In 2005, the U.S. reserve base of mercury of 7,000 metric tons composed an estimated 3 percent of the world reserve base, and the Defense National Stockpile has 4,436 metric tons of mercury in inventory; however, sales from the stockpile have been suspended. U.S. exports of mercury were estimated to be 278 metric tons in 2004.

U.S. manufacturers used 500 to 600 metric tons per year of recycled and imported mercury in the early 1990s. Now, the amount used is estimated to be less than 200 metric tons per year.

Analysts must estimate much of the data on mercury because it is a low-volume commodity that lacks careful tracking of its production, use and disposal. Prices and volumes of mercury used may change dramatically from year to year. For example, the average U.S. domestic price of mercury was $150 per flask from 2000 to 2003, but rose sharply in 2004, peaking at $850 per flask in the spring of 2005 before falling to $700 per flask by year-end.
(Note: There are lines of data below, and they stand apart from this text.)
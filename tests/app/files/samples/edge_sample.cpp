// SPDX-License-Identifier: GPL-3.0-or-later
#include "sample_scenarios.h"

namespace rungwright::samples
{

namespace
{

struct Plain {
    std::string name;
    std::int64_t minor;
    Status status = Status::vacant;
};

TierCase tierOf(std::string name, std::int64_t floor, std::initializer_list<Plain> units, std::string site = "Edgewater (invented)")
{
    TierCase made;
    made.tier.site = std::move(site);
    made.tier.name = std::move(name);
    made.tier.advertisedFloor = {floor};
    for (const Plain& plain : units) {
        Unit unit;
        unit.name = plain.name;
        unit.asking = {plain.minor};
        unit.status = plain.status;
        made.tier.units.push_back(std::move(unit));
    }
    return made;
}

std::string repeated(const std::string& text, int times)
{
    std::string out;
    for (int i = 0; i < times; ++i)
        out += text;
    return out;
}

} // namespace

Scenario edgeSample()
{
    using enum Status;
    Scenario scenario;
    scenario.title = "Edge cases (invented)";
    scenario.note = "Every tier here is invented and odd in its own way: what it shows stands in its name or note. No currency is named.";

    TierList& tiers = scenario.tiers;
    tiers.push_back(tierOf("One unit", 5000, {{"only", 6200}}));
    tiers.push_back(tierOf("None on offer", 5000, {{"n1", 5000, occupied}, {"n2", 5600, reserved}, {"n3", 6100, occupied}}));
    tiers.push_back(tierOf("All equal", 5000, {{"e1", 5500}, {"e2", 5500}, {"e3", 5500}, {"e4", 5500, occupied}}));
    tiers.push_back(tierOf("Floor above all", 9000, {{"a1", 6000}, {"a2", 7000}, {"a3", 8000}}));
    tiers.push_back(tierOf("A unit below the floor", 6000, {{"b1", 5400}, {"b2", 6000}, {"b3", 7500}, {"b4", 8100, occupied}}));
    tiers.push_back(tierOf("Full", 5000, {{"f1", 5000, occupied}, {"f2", 5500, occupied}, {"f3", 6000, occupied}, {"f4", 6500, occupied}}));
    tiers.push_back(tierOf("Nothing taken", 5000, {{"t1", 5000}, {"t2", 5500}, {"t3", 6000}, {"t4", 6500}}));
    tiers.push_back(tierOf("No units yet", 5000, {}));
    tiers.push_back(tierOf("All closed", 5000, {{"c1", 5000, closed}, {"c2", 5500, closed}}));
    tiers.push_back(tierOf("Two units, one price apart", 5000, {{"p1", 5000}, {"p2", 5001}}));
    tiers.push_back(tierOf("Seven digits", 123'456'700,
                           {{"s1", 123'456'700, occupied}, {"s2", 187'654'321}, {"s3", 250'000'000}, {"s4", 999'999'999}}));
    tiers.push_back(tierOf("From a cent to a fortune", 1, {{"m1", 1}, {"m2", kGreatestPrice.minor}}));

    TierCase locked = tierOf("All locked", 5000, {{"l1", 5200}, {"l2", 5800}, {"l3", 6400}});
    for (Unit& unit : locked.tier.units)
        unit.locked = true;
    tiers.push_back(std::move(locked));

    TierCase inverted = tierOf("Grades upside down", 5000, {{"g1", 5000}, {"g2", 6000}, {"g3", 7000}, {"g4", 8000}});
    for (std::size_t i = 0; i < inverted.tier.units.size(); ++i)
        inverted.tier.units[i].grade = 4 - static_cast<int>(i);
    tiers.push_back(std::move(inverted));

    TierCase longNames = tierOf("A very long tier name " + repeated("that goes on and on ", 9) + "and ends", 5000,
                                {{"Unit " + repeated("long ", 60) + "end", 5100}, {repeated("W", 200), 5600}, {"x", 6000, occupied}});
    longNames.note = repeated("A long note about nothing in particular. ", 40);
    tiers.push_back(std::move(longNames));

    tiers.push_back(tierOf("مخزن ٣ أمتار", 5000, {{"أ-١", 5200}, {"ب-٢", 5900, occupied}, {"ج-٣ (A)", 6400}}, "ميناء الحافة (مُخترع)"));
    tiers.push_back(tierOf("מחסן קטן", 5000, {{"יחידה 1", 5300}, {"יחידה 2", 6100}}));
    tiers.push_back(tierOf("倉庫 三畳", 5000, {{"い-一", 5400}, {"ろ-二", 5900}, {"は-三", 6600, reserved}}, "縁ノ浜（架空）"));
    tiers.push_back(
        tierOf("Emoji 📦 and a family 👩‍👩‍👧", 5000, {{"📦 1", 5100}, {"🧰 2", 5700}, {"é (e + accent)", 6000}}));
    tiers.push_back(
        tierOf("Cells a spreadsheet would run", 5000, {{"=1+2", 5100}, {"+3", 5200}, {"-4", 5300}, {"@five", 5400}, {"'=6", 5500}}));
    tiers.push_back(tierOf("Quotes \"here\", commas, and\na line end", 5000, {{"a, \"b\"", 5100}, {"c; d", 5200}}));

    TierCase model = tierOf("Settings by hand", 5000, {{"h1", 5200}, {"h2", 5900}, {"h3", 6400, occupied}, {"h4", 7000, occupied}});
    model.model = {ModelKind::turnover, {}, 1.75};
    model.tier.units[0].vacancyChance = 0;
    model.tier.units[1].vacancyChance = 1;
    model.tier.units[2].areaM2 = 0.1;
    model.candidates = {{"=candidate", "Named like a formula.", {{5000}, {5900}, {6400}, {7000}}}};
    tiers.push_back(std::move(model));
    return scenario;
}

} // namespace rungwright::samples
Mercury has a long history of use for industrial, medical and mining applications; however, because of its effect on human health, its continued use is in question. Non-mercury substitutes are available. For example, digital thermometers substitute for mercury thermometers, and ceramic material substitutes for dental amalgam. Increased reclamation and recycling of byproduct mercury from mining and metals processing and from used mercury-containing products will reduce risks to the environment.